> TRY IT: Once the line with "names = list(model.parameter_names)" is found in the data, output it and each following line exactly, up to and including the line with "m = _minuit(nll, a=0.1", and nothing before or after.

═══ LISTED ENTRIES

"""The start finder's fused compiled steps (:mod:`peaksift.likelihood.first_look` on
:mod:`peaksift.likelihood.start_fused`) against outside references.

Sources: a power law x^-k truncated to the window (its bin fractions in closed form,
written here) and a normal peak truncated to the window (``scipy.stats.norm.cdf``); the
extended binned Poisson NLL sum(mu - n ln mu) (Baker and Cousins, Nucl. Instrum. Meth. 221
(1984) 437, eq. 11) minimised by iminuit's MIGRAD written here (strategy 2, tolerance
1e-7).  Tolerances: a background-only start fit within 0.15 of its HESSE errors (the start
fit stops at an EDM below 1e-2: up to sqrt(2 EDM) ~ 0.14 errors from the minimum); its expected counts to 1e-9 relative (closed form at its own
values); the coarse scan's gain at its best mass within 1e-3 of iminuit's profile over
both yields (its steps stop at a gain < 1e-6 per step); the start's width the lowest of
the profile over both yields at the candidate widths (iminuit; a candidate within 1e-6 of
the lowest counts too); the profiled yields of the width path at the start's own width
within 1e-3 of their HESSE errors.
"""

from __future__ import annotations

import numpy as np
import pytest
from iminuit import Minuit
from scipy import stats

from peaksift.likelihood import Model
from peaksift.likelihood.first_look import fused_starts
from peaksift.likelihood.start_widths import WIDTH_FACTORS, _Minimum, _path

LO, HI, K_TRUE, MASS, SIGMA = 100.0, 600.0, 3.5, 300.0, 6.0


def _read_only(*arrays):
    for a in arrays:
        a.flags.writeable = False
    return arrays


def _setup(seed):
    rng = np.random.default_rng(seed)
    u = rng.random(60_000)
    a = 1.0 - K_TRUE
    x = LO * (1.0 - u * (1.0 - (HI / LO) ** a)) ** (1.0 / a)
    x = np.concatenate([x, rng.normal(MASS, SIGMA, 900)])
    fe = np.linspace(LO, HI, 401)
    fn = np.histogram(x, fe)[0].astype(float)
    edges, n = fe[::4].copy(), fn.reshape(-1, 4).sum(axis=1)
    _read_only(fe, fn, edges, n)
    fsc, scale = _read_only(np.ones(fn.size), np.ones(n.size))
    model = Model("gaussian", "powerlaw", (LO, HI))
    names = list(model.parameter_names)
    lower = np.array([p.lower for p in model.parameters], float)
    upper = np.array([p.upper for p in model.parameters], float)
    total = float(n.sum())
    lower[names.index("background_yield")], upper[names.index("background_yield")] = 0.0, 5 * total
    lower[names.index("signal_yield")], upper[names.index("signal_yield")] = -total, 5 * total
    base = np.array([p.start for p in model.parameters], float)
    base[names.index("power")] = 2.0
    base[names.index("sigma")] = 10.0
    base[names.index("mass")] = 350.0
    base[names.index("background_yield")] = total
    base[names.index("signal_yield")] = 0.0
    fused = fused_starts(model, edges, n, scale, np.zeros(len(names), bool), {},
                         (fe, fn, fsc))
    assert fused is not None
    return model, names, edges, n, (fe, fn, fsc), lower, upper, base, total, fused


def _power_fractions(edges, k):
    lx = np.log(edges)
    q = np.exp((1.0 - k) * (lx - lx[0]))
    return np.diff(q) / (q[-1] - q[0])


def _gauss_fractions(edges, m, w):
    norm = stats.norm(m, w)
    return np.diff(norm.cdf(edges)) / (norm.cdf(HI) - norm.cdf(LO))


def _minuit(cost, **start):
    m = Minuit(cost, **start)
    m.errordef = 0.5
    m.strategy, m.tol = 2, 1e-7
    return m


def _background_fit(edges, n, mask):
    def nll(kp, y):
        mu = y * _power_fractions(edges, kp)[mask]
        return float(np.sum(mu - n[mask] * np.log(mu)))

    m = _minuit(nll, kp=2.0, y=float(n[mask].sum()))
    m.limits["y"] = (1.0, None)
    m.limits["kp"] = (1.1, 20.0)
    m.migrad()
    m.hesse()
    assert m.valid
    return m


def _yields_profile(n, f, b):
    """min over (a, c) of sum(mu - n ln mu), mu = a f + c b (iminuit)."""
    def nll(a, c):
        mu = a * f + c * b
        if np.any(mu <= 0):
            return 1e300
        return float(np.sum(mu - n * np.log(mu)))

    m = _minuit(nll, a=0.1 * np.sqrt(b.sum()), c=1.0)
    m.migrad()
    m.hesse()
    return m


@pytest.mark.parametrize("seed", [1, 2])
def test_first_look_against_iminuit(seed):
    _, names, edges, n, _, lower, upper, base, _, fused = _setup(seed)
    grid = np.arange(LO + 2.5, HI, 5.0)
    grid.flags.writeable = False
    got = fused.first_look(base, lower, upper, grid, True)
    assert got is not None
    vb, bexp, (peaks, _) = got
    m = _background_fit(edges, n, np.ones(n.size, bool))
    ip, iby = names.index("power"), names.index("background_yield")
    assert abs(vb[ip] - m.values["kp"]) < 0.15 * m.errors["kp"]
    assert abs(vb[iby] - m.values["y"]) < 0.15 * m.errors["y"]
    assert vb[names.index("signal_yield")] == 0.0
    np.testing.assert_allclose(bexp, vb[iby] * _power_fractions(edges, vb[ip]), rtol=1e-9)
    # the best candidate: the peak, its gain the yields' profile against the background
    i, q = peaks[0]
    assert abs(grid[i] - MASS) <= 10.0
    prof = _yields_profile(n, _gauss_fractions(edges, grid[i], base[names.index("sigma")]),
                           bexp)
    nll0 = float(np.sum(bexp - n * np.log(bexp)))
    assert abs(q - 2.0 * (nll0 - prof.fval)) < 1e-3


@pytest.mark.parametrize("seed", [1, 2])
def test_first_start_against_iminuit(seed):
    _, names, edges, n, _, lower, upper, base, total, fused = _setup(seed)
    grid = np.arange(LO + 2.5, HI, 5.0)
    grid.flags.writeable = False
    vb, _, _ = fused.first_look(base, lower, upper, grid, True)
    c = 0.5 * (edges[1:] + edges[:-1])
    mass = 302.5
    found, s = fused.first_start(base, vb, lower, upper, c, mass, total, 0.0, ())
    assert s is not None and found is not None
    # the background from the sidebands beyond 3 start widths
    mask = np.abs(c - mass) > 3.0 * base[names.index("sigma")]
    m = _background_fit(edges, n, mask)
    ip = names.index("power")
    assert abs(s[ip] - m.values["kp"]) < 0.15 * m.errors["kp"]
    # the width: the lowest profile (both yields) among the candidate widths
    b = m.values["y"] * _power_fractions(edges, m.values["kp"])
    half_bin = 0.5 * (HI - LO) / (edges.size - 1)
    widths = [w for w in base[names.index("sigma")] * WIDTH_FACTORS
              if w >= max(lower[names.index("sigma")], half_bin)]
    fvals = [_yields_profile(n, _gauss_fractions(edges, mass, w), b).fval for w in widths]
    chosen = s[names.index("sigma")]
    assert chosen in widths
    assert fvals[widths.index(chosen)] <= min(fvals) + 1e-6
    # the yield: the excess over the sidebands' background between them
    y = float(np.sum(n[~mask] - b[~mask]))
    assert s[names.index("signal_yield")] == pytest.approx(y, rel=0.02)
    assert s[names.index("mass")] == mass


def test_width_path_at_own_width_against_iminuit():
    model, names, _, _, (fe, fn, fsc), lower, upper, base, total, _ = _setup(3)
    v = base.copy()
    v[names.index("mass")], v[names.index("sigma")] = MASS, SIGMA
    v[names.index("signal_yield")], v[names.index("power")] = 900.0, K_TRUE
    v[names.index("background_yield")] = total - 900.0
    is_fixed = np.zeros(len(names), bool)
    path = _path(model.blocks[0][0], fe, fn, fsc, _Minimum(model, v, is_fixed), MASS, SIGMA,
                 900.0, lower[1], upper[1], LO, HI, model.window)
    assert path is not None
    _, own, rows, _, btot = path
    b = v[names.index("background_yield")] * _power_fractions(fe, K_TRUE)
    assert btot == pytest.approx(b.sum(), rel=1e-9)
    prof = _yields_profile(fn, _gauss_fractions(fe, MASS, SIGMA), b / b.sum())
    assert rows[own][0] == MASS
    assert abs(rows[own][1] - prof.values["a"]) < 1e-3 * prof.errors["a"]
    assert abs(rows[own][2] - prof.values["c"]) < 1e-3 * prof.errors["c"]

══════

> SOLUTION:
    names = list(model.parameter_names)
    lower = np.array([p.lower for p in model.parameters], float)
    upper = np.array([p.upper for p in model.parameters], float)
    total = float(n.sum())
    lower[names.index("background_yield")], upper[names.index("background_yield")] = 0.0, 5 * total
    lower[names.index("signal_yield")], upper[names.index("signal_yield")] = -total, 5 * total
    base = np.array([p.start for p in model.parameters], float)
    base[names.index("power")] = 2.0
    base[names.index("sigma")] = 10.0
    base[names.index("mass")] = 350.0
    base[names.index("background_yield")] = total
    base[names.index("signal_yield")] = 0.0
    fused = fused_starts(model, edges, n, scale, np.zeros(len(names), bool), {},
                         (fe, fn, fsc))
    assert fused is not None
    return model, names, edges, n, (fe, fn, fsc), lower, upper, base, total, fused


def _power_fractions(edges, k):
    lx = np.log(edges)
    q = np.exp((1.0 - k) * (lx - lx[0]))
    return np.diff(q) / (q[-1] - q[0])


def _gauss_fractions(edges, m, w):
    norm = stats.norm(m, w)
    return np.diff(norm.cdf(edges)) / (norm.cdf(HI) - norm.cdf(LO))


def _minuit(cost, **start):
    m = Minuit(cost, **start)
    m.errordef = 0.5
    m.strategy, m.tol = 2, 1e-7
    return m


def _background_fit(edges, n, mask):
    def nll(kp, y):
        mu = y * _power_fractions(edges, kp)[mask]
        return float(np.sum(mu - n[mask] * np.log(mu)))

    m = _minuit(nll, kp=2.0, y=float(n[mask].sum()))
    m.limits["y"] = (1.0, None)
    m.limits["kp"] = (1.1, 20.0)
    m.migrad()
    m.hesse()
    assert m.valid
    return m


def _yields_profile(n, f, b):
    """min over (a, c) of sum(mu - n ln mu), mu = a f + c b (iminuit)."""
    def nll(a, c):
        mu = a * f + c * b
        if np.any(mu <= 0):
            return 1e300
        return float(np.sum(mu - n * np.log(mu)))

    m = _minuit(nll, a=0.1 * np.sqrt(b.sum()), c=1.0)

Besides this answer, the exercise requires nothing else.